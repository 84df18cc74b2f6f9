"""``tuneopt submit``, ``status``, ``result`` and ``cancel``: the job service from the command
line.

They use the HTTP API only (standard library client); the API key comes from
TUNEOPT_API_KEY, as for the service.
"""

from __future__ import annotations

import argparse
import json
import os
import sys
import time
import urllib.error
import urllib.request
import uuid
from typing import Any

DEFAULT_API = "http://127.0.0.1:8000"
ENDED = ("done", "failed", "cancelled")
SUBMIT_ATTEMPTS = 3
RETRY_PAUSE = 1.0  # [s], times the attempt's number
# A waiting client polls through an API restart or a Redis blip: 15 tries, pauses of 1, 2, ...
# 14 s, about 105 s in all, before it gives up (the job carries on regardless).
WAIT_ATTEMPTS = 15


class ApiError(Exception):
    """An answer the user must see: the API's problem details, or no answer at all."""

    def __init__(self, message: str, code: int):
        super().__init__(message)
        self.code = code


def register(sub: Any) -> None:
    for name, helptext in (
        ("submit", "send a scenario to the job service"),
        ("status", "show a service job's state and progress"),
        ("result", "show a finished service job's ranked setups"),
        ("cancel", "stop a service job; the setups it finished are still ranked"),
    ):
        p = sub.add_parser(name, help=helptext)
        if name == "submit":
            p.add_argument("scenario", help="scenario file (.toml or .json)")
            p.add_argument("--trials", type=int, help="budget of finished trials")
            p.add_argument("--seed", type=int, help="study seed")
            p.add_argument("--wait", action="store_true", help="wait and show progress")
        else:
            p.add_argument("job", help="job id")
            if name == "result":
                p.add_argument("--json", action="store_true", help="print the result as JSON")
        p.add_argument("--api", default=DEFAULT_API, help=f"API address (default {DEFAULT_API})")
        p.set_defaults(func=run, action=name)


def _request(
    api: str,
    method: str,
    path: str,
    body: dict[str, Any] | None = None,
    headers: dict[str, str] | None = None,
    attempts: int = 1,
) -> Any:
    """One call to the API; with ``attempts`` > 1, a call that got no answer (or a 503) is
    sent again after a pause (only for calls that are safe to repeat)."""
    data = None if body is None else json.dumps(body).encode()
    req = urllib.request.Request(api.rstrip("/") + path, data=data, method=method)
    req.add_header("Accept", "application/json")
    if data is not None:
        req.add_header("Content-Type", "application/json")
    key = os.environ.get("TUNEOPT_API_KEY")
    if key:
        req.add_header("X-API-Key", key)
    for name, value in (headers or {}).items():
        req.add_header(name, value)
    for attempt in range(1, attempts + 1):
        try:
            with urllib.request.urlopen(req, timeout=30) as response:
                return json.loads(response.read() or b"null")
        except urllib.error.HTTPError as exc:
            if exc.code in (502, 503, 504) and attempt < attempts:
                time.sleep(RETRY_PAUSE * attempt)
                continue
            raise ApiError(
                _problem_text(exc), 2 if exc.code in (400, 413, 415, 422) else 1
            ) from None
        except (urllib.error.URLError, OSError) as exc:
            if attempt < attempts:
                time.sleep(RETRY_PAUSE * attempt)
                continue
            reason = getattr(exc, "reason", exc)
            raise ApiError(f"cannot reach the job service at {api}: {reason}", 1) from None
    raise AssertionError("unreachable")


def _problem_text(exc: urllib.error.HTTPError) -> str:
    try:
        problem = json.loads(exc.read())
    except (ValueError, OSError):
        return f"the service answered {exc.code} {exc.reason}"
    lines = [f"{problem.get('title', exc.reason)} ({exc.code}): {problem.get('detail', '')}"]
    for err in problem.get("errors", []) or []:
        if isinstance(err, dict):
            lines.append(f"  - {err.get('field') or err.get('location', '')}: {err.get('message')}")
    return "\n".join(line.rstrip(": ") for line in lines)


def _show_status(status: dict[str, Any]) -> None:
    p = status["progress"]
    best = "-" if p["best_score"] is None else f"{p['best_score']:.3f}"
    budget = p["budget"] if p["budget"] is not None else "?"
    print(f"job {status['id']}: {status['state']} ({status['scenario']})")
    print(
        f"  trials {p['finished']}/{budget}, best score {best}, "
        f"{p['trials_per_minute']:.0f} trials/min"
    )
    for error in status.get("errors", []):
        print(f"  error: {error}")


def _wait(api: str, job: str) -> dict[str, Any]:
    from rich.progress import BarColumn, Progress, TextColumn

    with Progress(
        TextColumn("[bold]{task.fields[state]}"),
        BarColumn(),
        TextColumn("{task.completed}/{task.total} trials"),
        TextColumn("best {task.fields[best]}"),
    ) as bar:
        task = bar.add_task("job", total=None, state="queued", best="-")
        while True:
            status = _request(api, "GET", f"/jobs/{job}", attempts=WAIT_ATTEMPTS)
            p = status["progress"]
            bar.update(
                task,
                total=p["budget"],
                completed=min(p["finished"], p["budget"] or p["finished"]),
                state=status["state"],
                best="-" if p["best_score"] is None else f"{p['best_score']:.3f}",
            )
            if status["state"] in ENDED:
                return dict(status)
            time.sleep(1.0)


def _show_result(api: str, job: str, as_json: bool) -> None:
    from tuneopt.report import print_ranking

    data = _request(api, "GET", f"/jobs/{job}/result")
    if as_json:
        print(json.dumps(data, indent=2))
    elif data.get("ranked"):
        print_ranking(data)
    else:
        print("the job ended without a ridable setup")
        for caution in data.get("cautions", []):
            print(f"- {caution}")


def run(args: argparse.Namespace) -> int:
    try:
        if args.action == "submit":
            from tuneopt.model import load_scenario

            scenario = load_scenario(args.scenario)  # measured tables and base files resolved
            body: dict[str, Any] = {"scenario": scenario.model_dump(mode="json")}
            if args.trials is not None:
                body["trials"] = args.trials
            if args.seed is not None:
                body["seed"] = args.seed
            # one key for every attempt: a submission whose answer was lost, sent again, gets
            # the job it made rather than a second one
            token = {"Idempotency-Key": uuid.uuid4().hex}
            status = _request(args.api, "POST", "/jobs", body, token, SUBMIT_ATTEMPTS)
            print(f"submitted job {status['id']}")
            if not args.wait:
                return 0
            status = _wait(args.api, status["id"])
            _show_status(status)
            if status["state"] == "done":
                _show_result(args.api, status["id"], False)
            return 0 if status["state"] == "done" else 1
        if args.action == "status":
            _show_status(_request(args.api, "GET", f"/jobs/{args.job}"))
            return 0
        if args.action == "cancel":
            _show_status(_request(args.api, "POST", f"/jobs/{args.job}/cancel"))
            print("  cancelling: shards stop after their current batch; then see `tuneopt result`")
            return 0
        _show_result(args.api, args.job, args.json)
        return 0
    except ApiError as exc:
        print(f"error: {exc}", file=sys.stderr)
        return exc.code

...

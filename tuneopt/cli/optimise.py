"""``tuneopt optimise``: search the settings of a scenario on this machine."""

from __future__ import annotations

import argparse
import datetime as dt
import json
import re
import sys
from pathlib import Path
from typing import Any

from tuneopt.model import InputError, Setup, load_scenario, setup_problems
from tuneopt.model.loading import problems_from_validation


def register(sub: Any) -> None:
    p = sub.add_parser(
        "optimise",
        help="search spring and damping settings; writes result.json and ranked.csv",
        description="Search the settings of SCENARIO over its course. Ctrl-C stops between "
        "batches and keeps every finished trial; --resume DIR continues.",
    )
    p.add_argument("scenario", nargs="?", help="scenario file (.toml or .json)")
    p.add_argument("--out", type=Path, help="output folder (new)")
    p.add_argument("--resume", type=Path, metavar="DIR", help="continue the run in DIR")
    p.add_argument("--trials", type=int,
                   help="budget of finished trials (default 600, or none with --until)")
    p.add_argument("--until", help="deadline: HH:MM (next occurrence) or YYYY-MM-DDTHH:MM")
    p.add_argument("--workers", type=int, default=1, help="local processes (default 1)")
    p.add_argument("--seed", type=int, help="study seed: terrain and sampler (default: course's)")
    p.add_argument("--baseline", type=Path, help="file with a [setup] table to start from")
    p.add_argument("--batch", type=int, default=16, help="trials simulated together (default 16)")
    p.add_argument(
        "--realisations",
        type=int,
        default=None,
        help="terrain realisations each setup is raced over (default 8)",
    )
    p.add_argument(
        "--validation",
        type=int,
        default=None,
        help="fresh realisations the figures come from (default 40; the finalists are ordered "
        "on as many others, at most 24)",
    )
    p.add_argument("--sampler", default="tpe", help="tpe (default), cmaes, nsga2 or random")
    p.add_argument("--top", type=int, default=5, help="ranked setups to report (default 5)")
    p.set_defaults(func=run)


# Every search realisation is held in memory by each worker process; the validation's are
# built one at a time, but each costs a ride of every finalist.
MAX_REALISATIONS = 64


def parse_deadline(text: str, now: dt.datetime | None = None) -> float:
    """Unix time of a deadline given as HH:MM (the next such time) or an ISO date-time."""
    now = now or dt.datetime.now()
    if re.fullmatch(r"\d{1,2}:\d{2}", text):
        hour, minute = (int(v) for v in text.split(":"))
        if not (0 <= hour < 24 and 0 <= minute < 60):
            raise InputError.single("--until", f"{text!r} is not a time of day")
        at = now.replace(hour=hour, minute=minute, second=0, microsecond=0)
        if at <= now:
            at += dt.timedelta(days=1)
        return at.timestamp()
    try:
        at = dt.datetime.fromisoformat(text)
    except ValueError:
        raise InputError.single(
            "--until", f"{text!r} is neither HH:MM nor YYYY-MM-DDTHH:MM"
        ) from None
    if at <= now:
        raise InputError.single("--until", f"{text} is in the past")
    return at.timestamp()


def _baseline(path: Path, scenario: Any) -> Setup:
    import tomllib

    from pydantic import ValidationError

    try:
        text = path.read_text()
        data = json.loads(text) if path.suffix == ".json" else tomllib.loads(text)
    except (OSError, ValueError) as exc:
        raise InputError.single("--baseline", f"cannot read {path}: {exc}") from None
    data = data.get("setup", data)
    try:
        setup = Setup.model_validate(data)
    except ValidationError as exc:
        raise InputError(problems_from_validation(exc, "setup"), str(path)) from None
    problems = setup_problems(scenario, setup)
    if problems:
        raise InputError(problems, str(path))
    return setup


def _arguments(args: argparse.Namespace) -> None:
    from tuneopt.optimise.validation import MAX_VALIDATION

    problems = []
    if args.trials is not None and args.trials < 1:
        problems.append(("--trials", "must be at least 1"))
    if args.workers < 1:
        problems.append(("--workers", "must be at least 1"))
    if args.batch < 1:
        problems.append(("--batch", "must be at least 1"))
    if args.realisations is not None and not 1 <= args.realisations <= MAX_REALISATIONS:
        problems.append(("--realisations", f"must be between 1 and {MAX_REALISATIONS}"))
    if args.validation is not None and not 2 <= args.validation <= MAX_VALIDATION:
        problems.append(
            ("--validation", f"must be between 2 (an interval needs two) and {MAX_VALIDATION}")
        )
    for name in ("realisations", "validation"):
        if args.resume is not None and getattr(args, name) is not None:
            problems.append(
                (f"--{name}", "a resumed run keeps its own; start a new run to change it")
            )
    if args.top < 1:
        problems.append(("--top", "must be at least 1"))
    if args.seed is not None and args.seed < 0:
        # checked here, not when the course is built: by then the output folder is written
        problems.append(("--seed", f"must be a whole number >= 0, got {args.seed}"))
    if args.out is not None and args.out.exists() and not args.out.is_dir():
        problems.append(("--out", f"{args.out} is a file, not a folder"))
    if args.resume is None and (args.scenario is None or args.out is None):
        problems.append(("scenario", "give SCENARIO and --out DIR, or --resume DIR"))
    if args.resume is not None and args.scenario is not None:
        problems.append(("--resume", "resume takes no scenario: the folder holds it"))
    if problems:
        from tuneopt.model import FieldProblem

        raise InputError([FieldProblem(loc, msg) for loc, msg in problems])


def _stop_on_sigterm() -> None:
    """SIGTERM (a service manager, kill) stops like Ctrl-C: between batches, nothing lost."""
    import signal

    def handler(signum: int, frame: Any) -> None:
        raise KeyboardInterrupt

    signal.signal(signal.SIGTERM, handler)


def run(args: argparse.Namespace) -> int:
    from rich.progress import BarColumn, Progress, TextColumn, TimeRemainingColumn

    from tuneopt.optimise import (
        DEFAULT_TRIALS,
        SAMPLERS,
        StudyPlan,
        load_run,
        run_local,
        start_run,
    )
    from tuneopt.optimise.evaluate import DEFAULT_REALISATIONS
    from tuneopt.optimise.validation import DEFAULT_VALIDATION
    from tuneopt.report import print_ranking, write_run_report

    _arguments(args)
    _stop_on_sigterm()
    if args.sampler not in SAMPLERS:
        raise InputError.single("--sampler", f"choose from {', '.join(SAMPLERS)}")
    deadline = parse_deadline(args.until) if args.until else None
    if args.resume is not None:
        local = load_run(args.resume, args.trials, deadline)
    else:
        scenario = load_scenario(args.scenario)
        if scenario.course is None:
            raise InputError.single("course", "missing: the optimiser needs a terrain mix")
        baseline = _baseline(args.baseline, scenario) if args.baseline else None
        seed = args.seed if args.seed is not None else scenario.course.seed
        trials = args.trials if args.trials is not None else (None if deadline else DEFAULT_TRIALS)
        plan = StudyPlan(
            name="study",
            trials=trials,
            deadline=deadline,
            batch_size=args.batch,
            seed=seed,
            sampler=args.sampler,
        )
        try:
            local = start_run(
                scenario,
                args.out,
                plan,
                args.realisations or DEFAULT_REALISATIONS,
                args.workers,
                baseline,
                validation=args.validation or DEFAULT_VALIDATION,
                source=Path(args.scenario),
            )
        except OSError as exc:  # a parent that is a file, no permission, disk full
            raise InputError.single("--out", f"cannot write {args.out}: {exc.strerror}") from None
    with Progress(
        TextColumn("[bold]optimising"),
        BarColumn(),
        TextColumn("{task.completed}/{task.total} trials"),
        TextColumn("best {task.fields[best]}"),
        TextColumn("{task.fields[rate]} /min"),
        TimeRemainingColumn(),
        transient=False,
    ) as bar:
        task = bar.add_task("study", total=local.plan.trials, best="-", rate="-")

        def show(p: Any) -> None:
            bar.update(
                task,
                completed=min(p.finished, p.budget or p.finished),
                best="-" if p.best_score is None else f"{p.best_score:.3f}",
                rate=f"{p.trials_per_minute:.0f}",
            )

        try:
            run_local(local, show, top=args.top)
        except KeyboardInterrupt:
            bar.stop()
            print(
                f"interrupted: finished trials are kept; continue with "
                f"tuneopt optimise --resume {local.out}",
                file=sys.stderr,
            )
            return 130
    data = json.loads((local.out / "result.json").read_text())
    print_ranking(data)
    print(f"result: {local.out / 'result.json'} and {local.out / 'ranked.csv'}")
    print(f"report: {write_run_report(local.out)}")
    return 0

▶ What is required: In the entries above, the lines between the one holding "repository 84df18cc74b2f6f9" and the one holding "RETRY_PAUSE = 1.0", inclusive, are to be printed exactly as written, and those alone.

▶ Exercise solution:
repository 84df18cc74b2f6f9
"""``tuneopt submit``, ``status``, ``result`` and ``cancel``: the job service from the command
line.

They use the HTTP API only (standard library client); the API key comes from
TUNEOPT_API_KEY, as for the service.
"""

from __future__ import annotations

import argparse
import json
import os
import sys
import time
import urllib.error
import urllib.request
import uuid
from typing import Any

DEFAULT_API = "http://127.0.0.1:8000"
ENDED = ("done", "failed", "cancelled")
SUBMIT_ATTEMPTS = 3
RETRY_PAUSE = 1.0  # [s], times the attempt's number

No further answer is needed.